Abstract

To address the increasing global prevalence of type 2 diabetes healthcare organisations have been contemplating different screening and intervention strategies. Patient acceptability is a key criterion of a screening programme. To explore the perspectives of those invited to attend the MY-WAIST screening study for type 2 diabetes, particularly explanations for attending or not, and views on the specific screening strategy.
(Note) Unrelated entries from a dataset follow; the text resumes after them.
// walkInputRows seeks subject's first row at or after from and calls fn
// with each row's logical reference and value to the end of its rows.
func walkInputRows(tx *bolt.Tx, subject string, from time.Time, fn func(logical, v []byte) error) error {
	prefix := subjectPrefix(subject)
	seek := prefix
	if !from.IsZero() {
		seek = appendTimeKey(bytes.Clone(prefix), from)
	}
	c := tx.Bucket(bInputRows).Cursor()
	for k, v := c.Seek(seek); k != nil && bytes.HasPrefix(k, prefix); k, v = c.Next() {
		if len(k) < len(prefix)+timeKeyLen {
			return fmt.Errorf("%w: input row key of %d bytes", ErrCorrupt, len(k))
		}
		if err := fn(k[len(prefix)+timeKeyLen:len(k):len(k)], v[:len(v):len(v)]); err != nil {
			return err
		}
	}
	return nil
}

// Input returns one stored input, or ErrNotFound.
func (s *Store) Input(ctx context.Context, subject, logical string) (store.Input, error) {
	var in store.Input
	err := s.view(ctx, "Input", func(tx *bolt.Tx) error {
		v, err := inputRow(tx, subject, logical)
		if err != nil {
			return err
		}
		if v == nil {
			return notFound("input")
		}
		in, err = decodeInput(subject, logical, v)
		return err
	})
	return in, err
}

// PutPatient stores newer facts and marks the patient dirty. A fetch that
// brings nothing newer still advances FetchedAt: it records when the
// service last read the resource, and a caller refreshing stale facts
// would otherwise fetch again and again.
func (s *Store) PutPatient(ctx context.Context, p store.Patient, now time.Time) (store.PutResult, error) {
	var res store.PutResult
	err := s.batch(ctx, "PutPatient", func(tx *bolt.Tx) error {
		if err := checkSubject(p.Subject); err != nil {
			return err
		}
		b := tx.Bucket(bPatients)
		key := []byte(p.Subject)
		v := b.Get(key)
		var c int
		var stored []byte
		if v != nil {
			old, err := decodePatient(p.Subject, v)
			if err != nil {
				return err
			}
			stored = old.Payload
			c = store.ComparePatients(p, old)
			if c <= 0 {
				res = store.ResultOf(true, c)
				if !p.FetchedAt.After(old.FetchedAt) {
					return nil
				}
				old.FetchedAt = p.FetchedAt
				return b.Put(key, encodePatient(old))
			}
		}
		res = store.ResultOf(v != nil, c)
		if err := b.Put(key, encodePatient(p)); err != nil {
			return err
		}
		return markDirty(tx, p.Subject, now, store.PatientChange(p, stored, v != nil))
	})
	if err != nil {
		return 0, err
	}
	return res, nil
}

// Patient returns stored facts, or ErrNotFound.
func (s *Store) Patient(ctx context.Context, subject string) (store.Patient, error) {
	var p store.Patient
	err := s.view(ctx, "Patient", func(tx *bolt.Tx) error {
		v := tx.Bucket(bPatients).Get([]byte(subject))
		if v == nil {
			return notFound("patient")
		}
		var err error
		p, err = decodePatient(subject, v)
		return err
	})
	return p, err
}

// MarkDirty always counts as a change: it is how a caller asks for one
// more evaluation, so it must also defeat a Commit of an evaluation that
// started before it.
func (s *Store) MarkDirty(ctx context.Context, subject string, now time.Time) error {
	return s.batch(ctx, "MarkDirty", func(tx *bolt.Tx) error {
		if err := checkSubject(subject); err != nil {
			return err
		}
		return markDirty(tx, subject, now, store.Span{})
	})
}

// DirtyPatients lists the marks by Since, then Subject. The bucket holds
// only patients awaiting evaluation, so it is read whole and sorted.
func (s *Store) DirtyPatients(ctx context.Context) ([]store.Dirty, error) {
	var out []store.Dirty
	err := s.view(ctx, "DirtyPatients", func(tx *bolt.Tx) error {
		return tx.Bucket(bDirty).ForEach(func(k, v []byte) error {
			dt, err := decodeDirty(string(k), v)
			if err != nil {
				return err
			}
			if s.clears.hidden(dt) {
				return nil // cleared by an evaluation, written later
			}
			out = append(out, dt)
			return nil
		})
	})
	if err != nil {
		return nil, err
	}
	slices.SortStableFunc(out, func(a, b store.Dirty) int {
		if a.Urgent != b.Urgent {
			if a.Urgent {
				return -1
			}
			return 1
		}
		return cmp.Or(a.Since.Compare(b.Since), strings.Compare(a.Subject, b.Subject))
	})
	return out, nil
}
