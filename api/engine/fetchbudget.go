package engine

import (
	"context"
	"errors"
	"fmt"
	"sync"
	"time"

	"github.com/deadspace-fhir/deadspace/fhir/client"
)

// The reads of an id-only notification are made while its sender waits
// for the webhook's answer, with a timeout of its own (commonly 10 to
// 30 s), and while the request holds one of the webhook's concurrent
// slots. So they have a budget of their own (Config.FetchBudget), retries
// and waits included: the client does not start a wait (backoff, or the
// server's Retry-After) that would outlast what is left of it, and an
// attempt that is still unanswered when it ends is abandoned. A read that
// fails so is deferred, not lost: Fetch returns a [*ReadDeferred] (the
// webhook answers 503 with its RetryAfter, so the sender delivers the
// notification again), and a catch-up search runs after that wait, in
// case the sender never does. Polling and catch-up have nobody waiting
// and keep honouring a long Retry-After.

// DefaultFetchBudget is Config.FetchBudget when unset: a few seconds, well
// within a sender's patience and the HTTP server's 60 s write timeout.
const DefaultFetchBudget = 5 * time.Second

// MaxFetchBudget is the longest fetch budget accepted: half the HTTP
// server's write timeout, and about the longest a sender waits.
const MaxFetchBudget = 30 * time.Second

// DeferredRetryAfter is the wait a deferred read asks of the sender when
// the FHIR server asked for none (it did not answer within the budget, or
// failed every retry without a Retry-After).
const DeferredRetryAfter = 30 * time.Second

// ReadDeferred is Fetch's error when a resource a notification named could
// not be read within the fetch budget: the FHIR server asked for a wait
// longer than what was left of it (429 or 503 with Retry-After), did not
// answer in time, or kept failing transiently. Nothing was stored; a
// catch-up search is scheduled after RetryAfter.
type ReadDeferred struct {
	// RetryAfter is when to deliver the notification again: the server's
	// Retry-After (at most 15 minutes), or DeferredRetryAfter when it gave
	// none.
	RetryAfter time.Duration
	// Err is the read's failure.
	Err error
}

func (e *ReadDeferred) Error() string {
	return fmt.Sprintf("engine: a read could not be made within the fetch budget; deliver again in %v: %v", e.RetryAfter, e.Err)
}

func (e *ReadDeferred) Unwrap() error { return e.Err }

// readFailed turns a failed read of Fetch into its error: a
// [*ReadDeferred] when the failure is transient or the budget (readCtx)
// ran out while the caller (ctx) still waits, with a catch-up search
// scheduled; the failure as it is otherwise.
func (e *Engine) readFailed(ctx, readCtx context.Context, err error) error {
	err = fmt.Errorf("engine: fetch focus: %w", err)
	if ctx.Err() != nil {
		// The sender went away: nobody to answer.
		return err
	}
	if readCtx.Err() == nil && !client.IsRetryable(err) {
		return err
	}
	wait := DeferredRetryAfter
	var fe *client.Error
	if errors.As(err, &fe) && fe.RetryAfter > 0 {
		wait = min(fe.RetryAfter, maxRetryAfter)
	}
	e.readsDeferred.catchUpAfter(e.now(), wait)
	e.log.WarnContext(ctx, "a resource a notification named could not be read within the fetch budget; the sender is asked to deliver it again, and a catch-up search looks for it then",
		"budget", e.cfg.FetchBudget, "retry_after", wait)
	return &ReadDeferred{RetryAfter: wait, Err: err}
}

// deferredCatchUp is the catch-up search owed to reads given up within the
// fetch budget: at most one is pending, at the earliest time asked for
// (one search finds every resource updated before it).
type deferredCatchUp struct {
	mu      sync.Mutex
	pending bool
	at      inMemoryWait
}

// catchUpAfter asks for a catch-up search wait from now, unless one is
// pending that comes sooner.
func (d *deferredCatchUp) catchUpAfter(now time.Time, wait time.Duration) {
	d.mu.Lock()
	defer d.mu.Unlock()
	if d.pending && d.at.left(now) <= wait {
		return
	}
	d.pending, d.at = true, waitFrom(now, wait)
}

// due reports, once, that the pending catch-up's time has come.
func (d *deferredCatchUp) due(now time.Time) bool {
	d.mu.Lock()
	defer d.mu.Unlock()
	if !d.pending || !d.at.over(now) {
		return false
	}
	d.pending = false
	return true
}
Qualitative study of 11 general practices in Leicestershire, UK. Semi-structured interviews were conducted with 24 individuals (40-69 years) invited to attend the MY-WAIST screening study, comprising 13 who attended and 11 who did not attend the screening. Additional data included reply slips from 73 individuals who declined the offer of screening. Analysis was informed by the constant comparative method. Two categories of influence on the decision about attending screening emerged. 1) Beliefs about type 2 diabetes candidacy and type 2 diabetes was more common among those who had attended; lack of perceived severity of type 2 diabetes was more common among those who did not attend. 2) Practical aspects about the screening strategy: the lengthy, early morning screening appointments were a barrier to uptake; screening attendees found the procedure largely acceptable. Pre-screening waist self-measurement was more memorable than the remainder of the risk-score calculation; neither impacted on uptake. The barriers to screening uptake highlighted contribute to current debates about different screening and diagnostic tests for type 2 diabetes and future risk of type 2 diabetes. The findings are useful for those contemplating implementation of screening programmes for identifying type 2 diabetes and pre-diabetes.